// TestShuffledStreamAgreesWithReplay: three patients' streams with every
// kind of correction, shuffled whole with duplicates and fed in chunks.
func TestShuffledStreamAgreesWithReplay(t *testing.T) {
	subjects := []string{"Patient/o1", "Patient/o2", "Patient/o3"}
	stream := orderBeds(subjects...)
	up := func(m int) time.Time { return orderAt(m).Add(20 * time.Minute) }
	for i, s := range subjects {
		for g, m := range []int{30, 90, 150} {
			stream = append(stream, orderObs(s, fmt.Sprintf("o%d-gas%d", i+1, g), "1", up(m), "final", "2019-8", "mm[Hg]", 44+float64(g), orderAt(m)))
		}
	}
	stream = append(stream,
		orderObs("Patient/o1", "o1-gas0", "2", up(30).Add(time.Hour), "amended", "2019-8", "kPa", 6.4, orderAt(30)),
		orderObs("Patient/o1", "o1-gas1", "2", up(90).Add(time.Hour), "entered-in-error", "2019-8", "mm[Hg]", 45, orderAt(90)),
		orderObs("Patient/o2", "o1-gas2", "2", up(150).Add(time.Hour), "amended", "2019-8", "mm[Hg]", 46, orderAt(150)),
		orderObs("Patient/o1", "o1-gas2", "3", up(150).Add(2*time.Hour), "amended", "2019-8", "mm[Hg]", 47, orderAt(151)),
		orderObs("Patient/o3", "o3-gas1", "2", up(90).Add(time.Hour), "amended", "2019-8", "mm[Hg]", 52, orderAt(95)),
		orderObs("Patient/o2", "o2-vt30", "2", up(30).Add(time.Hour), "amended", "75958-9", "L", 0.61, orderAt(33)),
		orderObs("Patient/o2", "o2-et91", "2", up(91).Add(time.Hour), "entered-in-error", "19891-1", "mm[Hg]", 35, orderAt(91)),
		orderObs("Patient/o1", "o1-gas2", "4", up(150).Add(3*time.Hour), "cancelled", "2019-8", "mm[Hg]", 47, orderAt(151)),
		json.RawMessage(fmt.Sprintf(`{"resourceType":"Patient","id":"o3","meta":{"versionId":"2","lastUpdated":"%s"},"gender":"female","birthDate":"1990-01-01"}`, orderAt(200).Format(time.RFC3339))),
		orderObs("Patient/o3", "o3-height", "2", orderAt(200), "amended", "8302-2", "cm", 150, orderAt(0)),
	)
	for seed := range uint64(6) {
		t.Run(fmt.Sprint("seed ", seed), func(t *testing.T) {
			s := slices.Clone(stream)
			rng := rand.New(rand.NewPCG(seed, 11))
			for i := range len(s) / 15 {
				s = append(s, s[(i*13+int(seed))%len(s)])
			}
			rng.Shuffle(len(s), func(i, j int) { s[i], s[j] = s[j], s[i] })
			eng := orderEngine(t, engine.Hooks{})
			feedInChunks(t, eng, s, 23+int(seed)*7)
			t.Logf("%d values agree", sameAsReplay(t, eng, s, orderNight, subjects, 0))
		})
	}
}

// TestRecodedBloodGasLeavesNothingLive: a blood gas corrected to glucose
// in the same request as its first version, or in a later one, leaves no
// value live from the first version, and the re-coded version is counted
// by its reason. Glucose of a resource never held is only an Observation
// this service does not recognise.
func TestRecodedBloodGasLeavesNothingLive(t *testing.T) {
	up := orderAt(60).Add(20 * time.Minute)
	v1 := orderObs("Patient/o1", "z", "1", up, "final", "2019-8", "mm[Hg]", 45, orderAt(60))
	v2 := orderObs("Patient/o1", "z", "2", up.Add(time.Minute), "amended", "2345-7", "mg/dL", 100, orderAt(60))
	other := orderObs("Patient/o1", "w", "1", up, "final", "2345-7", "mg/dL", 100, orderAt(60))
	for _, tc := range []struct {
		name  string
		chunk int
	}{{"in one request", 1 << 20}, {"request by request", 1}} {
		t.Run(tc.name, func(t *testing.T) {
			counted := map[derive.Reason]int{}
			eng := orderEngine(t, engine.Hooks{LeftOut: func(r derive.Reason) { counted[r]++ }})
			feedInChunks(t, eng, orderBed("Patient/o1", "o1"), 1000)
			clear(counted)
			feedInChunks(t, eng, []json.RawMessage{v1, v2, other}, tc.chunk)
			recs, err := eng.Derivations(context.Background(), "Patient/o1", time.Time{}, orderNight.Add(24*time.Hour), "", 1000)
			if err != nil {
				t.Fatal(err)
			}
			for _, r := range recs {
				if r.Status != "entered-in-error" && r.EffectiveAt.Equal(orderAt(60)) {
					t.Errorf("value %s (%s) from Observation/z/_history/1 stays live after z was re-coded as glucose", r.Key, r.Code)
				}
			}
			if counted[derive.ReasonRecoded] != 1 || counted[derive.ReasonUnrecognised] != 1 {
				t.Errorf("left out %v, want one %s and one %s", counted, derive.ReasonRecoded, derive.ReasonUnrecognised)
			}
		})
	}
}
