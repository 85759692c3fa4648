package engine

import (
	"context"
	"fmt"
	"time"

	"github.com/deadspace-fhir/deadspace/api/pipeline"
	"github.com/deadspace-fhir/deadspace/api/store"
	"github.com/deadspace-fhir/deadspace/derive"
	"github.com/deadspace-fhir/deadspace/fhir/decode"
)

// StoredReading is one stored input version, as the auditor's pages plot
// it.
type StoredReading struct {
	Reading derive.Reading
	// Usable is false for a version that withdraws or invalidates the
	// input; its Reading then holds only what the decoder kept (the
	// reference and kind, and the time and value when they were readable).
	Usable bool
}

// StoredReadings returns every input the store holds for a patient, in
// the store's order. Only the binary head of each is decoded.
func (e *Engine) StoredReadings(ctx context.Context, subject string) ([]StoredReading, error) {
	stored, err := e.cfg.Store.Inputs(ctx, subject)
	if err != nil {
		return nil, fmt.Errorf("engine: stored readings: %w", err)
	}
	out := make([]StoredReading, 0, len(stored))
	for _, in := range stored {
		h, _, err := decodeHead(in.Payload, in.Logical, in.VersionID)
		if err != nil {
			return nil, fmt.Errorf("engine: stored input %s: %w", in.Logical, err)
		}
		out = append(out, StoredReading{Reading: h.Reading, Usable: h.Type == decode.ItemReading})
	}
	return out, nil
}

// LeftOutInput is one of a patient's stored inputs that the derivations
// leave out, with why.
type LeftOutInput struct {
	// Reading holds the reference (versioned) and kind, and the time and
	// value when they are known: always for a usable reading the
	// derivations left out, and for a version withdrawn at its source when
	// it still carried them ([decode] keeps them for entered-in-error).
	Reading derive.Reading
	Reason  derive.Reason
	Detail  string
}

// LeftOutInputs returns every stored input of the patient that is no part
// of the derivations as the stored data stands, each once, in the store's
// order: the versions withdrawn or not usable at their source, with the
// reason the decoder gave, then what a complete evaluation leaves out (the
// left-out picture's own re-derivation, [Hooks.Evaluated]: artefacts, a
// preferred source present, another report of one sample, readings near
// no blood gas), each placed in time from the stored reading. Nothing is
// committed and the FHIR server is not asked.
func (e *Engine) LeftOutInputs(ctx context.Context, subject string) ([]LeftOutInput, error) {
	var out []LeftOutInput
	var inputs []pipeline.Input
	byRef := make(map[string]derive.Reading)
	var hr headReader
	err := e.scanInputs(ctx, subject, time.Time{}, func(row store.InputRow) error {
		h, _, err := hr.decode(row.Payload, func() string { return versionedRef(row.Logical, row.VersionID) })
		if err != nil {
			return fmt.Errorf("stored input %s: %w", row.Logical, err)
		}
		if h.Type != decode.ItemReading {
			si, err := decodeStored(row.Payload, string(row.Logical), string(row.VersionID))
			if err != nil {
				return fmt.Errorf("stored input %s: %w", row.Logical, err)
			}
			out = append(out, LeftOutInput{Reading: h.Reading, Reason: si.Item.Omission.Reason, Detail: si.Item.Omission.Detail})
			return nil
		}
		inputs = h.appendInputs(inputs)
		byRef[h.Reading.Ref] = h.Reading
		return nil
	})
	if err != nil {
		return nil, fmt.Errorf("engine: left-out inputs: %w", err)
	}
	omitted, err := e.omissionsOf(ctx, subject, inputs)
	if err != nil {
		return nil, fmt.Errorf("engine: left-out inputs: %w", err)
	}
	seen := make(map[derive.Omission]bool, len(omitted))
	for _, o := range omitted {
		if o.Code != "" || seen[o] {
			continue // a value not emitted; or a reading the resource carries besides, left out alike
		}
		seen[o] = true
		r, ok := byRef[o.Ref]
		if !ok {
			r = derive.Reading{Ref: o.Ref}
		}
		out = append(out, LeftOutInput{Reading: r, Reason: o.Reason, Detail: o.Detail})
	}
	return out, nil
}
--
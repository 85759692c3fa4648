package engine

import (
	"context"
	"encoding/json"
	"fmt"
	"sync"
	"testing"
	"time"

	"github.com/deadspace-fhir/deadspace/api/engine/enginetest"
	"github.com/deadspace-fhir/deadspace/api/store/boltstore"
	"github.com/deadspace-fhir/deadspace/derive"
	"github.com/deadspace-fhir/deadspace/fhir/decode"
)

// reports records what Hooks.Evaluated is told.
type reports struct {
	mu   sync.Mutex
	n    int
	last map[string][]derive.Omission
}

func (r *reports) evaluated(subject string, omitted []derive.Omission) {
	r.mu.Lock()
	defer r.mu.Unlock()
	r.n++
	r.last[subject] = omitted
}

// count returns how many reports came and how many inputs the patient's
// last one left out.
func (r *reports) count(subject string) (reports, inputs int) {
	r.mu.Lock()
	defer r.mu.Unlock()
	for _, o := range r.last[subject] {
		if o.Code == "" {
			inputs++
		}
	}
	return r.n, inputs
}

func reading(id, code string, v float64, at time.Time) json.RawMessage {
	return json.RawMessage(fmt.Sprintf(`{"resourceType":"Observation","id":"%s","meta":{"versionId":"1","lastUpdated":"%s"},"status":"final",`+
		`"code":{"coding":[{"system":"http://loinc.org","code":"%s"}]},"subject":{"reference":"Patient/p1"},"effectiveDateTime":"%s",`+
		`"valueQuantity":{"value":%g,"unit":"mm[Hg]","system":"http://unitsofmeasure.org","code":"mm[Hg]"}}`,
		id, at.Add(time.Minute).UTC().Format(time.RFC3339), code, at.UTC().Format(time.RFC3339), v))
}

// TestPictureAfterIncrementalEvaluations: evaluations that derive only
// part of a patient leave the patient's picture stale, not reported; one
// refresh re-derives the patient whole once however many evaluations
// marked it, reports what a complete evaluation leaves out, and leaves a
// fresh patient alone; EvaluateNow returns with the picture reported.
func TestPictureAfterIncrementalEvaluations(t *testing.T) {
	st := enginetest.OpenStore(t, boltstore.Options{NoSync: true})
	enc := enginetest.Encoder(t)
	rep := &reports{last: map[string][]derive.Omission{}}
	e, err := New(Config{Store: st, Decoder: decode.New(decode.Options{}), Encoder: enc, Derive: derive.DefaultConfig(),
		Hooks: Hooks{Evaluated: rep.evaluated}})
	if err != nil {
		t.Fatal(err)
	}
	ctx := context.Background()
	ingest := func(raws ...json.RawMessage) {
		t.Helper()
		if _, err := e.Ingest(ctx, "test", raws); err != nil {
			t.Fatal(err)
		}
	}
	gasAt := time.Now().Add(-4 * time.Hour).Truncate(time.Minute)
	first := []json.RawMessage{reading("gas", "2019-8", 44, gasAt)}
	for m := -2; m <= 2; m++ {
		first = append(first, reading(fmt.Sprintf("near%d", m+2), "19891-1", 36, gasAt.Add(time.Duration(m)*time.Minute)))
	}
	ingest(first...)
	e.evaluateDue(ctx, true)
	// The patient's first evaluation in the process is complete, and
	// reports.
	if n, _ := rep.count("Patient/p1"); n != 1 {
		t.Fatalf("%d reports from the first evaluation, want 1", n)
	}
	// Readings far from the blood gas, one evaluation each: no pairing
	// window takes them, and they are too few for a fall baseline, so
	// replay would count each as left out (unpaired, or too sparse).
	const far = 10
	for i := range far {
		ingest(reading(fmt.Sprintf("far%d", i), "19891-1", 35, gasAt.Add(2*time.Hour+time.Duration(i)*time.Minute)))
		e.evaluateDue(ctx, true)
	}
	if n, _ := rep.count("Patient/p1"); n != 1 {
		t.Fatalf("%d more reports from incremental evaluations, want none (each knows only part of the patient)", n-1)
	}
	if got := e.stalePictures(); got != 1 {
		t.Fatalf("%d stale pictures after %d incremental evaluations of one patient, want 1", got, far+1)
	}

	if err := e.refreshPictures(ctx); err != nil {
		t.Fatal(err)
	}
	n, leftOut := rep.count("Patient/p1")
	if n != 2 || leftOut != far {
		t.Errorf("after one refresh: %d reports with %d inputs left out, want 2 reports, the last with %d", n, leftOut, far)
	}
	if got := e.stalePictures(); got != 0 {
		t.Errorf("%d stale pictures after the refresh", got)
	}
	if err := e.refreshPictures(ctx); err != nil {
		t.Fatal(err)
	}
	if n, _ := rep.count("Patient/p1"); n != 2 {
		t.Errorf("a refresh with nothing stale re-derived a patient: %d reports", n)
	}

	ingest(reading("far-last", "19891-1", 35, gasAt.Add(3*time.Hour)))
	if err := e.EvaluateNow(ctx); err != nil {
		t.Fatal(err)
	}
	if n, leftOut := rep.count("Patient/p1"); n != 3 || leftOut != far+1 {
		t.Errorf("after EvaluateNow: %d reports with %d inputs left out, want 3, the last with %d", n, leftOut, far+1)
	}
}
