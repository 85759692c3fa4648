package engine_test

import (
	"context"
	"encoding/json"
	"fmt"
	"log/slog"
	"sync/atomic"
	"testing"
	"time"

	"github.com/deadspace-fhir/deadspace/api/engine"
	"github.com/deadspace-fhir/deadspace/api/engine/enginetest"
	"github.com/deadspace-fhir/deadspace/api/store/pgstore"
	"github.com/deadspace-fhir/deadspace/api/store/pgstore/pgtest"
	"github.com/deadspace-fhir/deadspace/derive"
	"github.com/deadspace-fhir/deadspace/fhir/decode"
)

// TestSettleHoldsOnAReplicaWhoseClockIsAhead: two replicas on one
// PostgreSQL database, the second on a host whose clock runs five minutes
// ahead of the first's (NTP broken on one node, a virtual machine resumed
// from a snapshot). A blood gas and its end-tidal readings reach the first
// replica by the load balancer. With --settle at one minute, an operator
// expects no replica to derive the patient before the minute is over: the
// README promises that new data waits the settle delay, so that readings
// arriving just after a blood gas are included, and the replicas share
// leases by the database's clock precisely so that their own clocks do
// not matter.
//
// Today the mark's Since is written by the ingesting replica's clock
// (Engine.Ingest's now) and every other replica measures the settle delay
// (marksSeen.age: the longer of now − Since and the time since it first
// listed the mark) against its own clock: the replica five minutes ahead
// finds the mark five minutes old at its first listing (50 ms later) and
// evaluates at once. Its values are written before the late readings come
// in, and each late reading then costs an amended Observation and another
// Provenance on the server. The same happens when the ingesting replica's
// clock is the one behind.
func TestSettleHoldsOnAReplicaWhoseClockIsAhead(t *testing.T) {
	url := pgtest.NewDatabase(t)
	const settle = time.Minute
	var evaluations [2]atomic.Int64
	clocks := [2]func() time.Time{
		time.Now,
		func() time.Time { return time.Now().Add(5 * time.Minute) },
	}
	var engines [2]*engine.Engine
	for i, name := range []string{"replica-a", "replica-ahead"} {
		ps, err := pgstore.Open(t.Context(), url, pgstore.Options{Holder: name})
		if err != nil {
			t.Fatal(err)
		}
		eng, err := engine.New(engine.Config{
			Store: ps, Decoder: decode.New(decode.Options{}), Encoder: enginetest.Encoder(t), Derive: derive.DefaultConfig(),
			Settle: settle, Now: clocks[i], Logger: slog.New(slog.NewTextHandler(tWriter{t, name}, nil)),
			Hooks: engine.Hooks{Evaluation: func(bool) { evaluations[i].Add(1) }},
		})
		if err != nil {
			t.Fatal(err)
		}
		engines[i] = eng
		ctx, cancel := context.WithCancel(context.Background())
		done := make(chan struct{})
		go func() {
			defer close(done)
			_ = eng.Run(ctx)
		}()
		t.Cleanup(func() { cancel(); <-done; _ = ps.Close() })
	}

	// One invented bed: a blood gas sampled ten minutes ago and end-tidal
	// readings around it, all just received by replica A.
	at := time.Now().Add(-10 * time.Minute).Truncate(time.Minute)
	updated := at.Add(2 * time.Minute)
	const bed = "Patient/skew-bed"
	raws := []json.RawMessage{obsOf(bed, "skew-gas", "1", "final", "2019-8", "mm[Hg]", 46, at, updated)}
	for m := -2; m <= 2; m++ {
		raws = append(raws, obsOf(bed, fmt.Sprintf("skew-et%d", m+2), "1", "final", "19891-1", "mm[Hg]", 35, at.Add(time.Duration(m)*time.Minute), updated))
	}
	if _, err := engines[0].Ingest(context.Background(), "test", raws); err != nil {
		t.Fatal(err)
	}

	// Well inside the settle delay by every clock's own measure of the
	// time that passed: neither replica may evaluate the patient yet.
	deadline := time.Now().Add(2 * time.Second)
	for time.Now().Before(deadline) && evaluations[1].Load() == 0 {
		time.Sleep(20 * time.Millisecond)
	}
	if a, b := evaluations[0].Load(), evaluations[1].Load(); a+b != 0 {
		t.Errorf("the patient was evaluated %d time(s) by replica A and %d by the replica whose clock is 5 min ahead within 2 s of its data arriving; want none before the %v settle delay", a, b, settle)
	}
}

Task objective:
Retype the portion of the data above that starts on the line with "is over: the" and finishes on the line with "url := pgtest.NewDatabase(t)", including both of those lines.

Answer box:
// expects no replica to derive the patient before the minute is over: the
// README promises that new data waits the settle delay, so that readings
// arriving just after a blood gas are included, and the replicas share
// leases by the database's clock precisely so that their own clocks do
// not matter.
//
// Today the mark's Since is written by the ingesting replica's clock
// (Engine.Ingest's now) and every other replica measures the settle delay
// (marksSeen.age: the longer of now − Since and the time since it first
// listed the mark) against its own clock: the replica five minutes ahead
// finds the mark five minutes old at its first listing (50 ms later) and
// evaluates at once. Its values are written before the late readings come
// in, and each late reading then costs an amended Observation and another
// Provenance on the server. The same happens when the ingesting replica's
// clock is the one behind.
func TestSettleHoldsOnAReplicaWhoseClockIsAhead(t *testing.T) {
	url := pgtest.NewDatabase(t)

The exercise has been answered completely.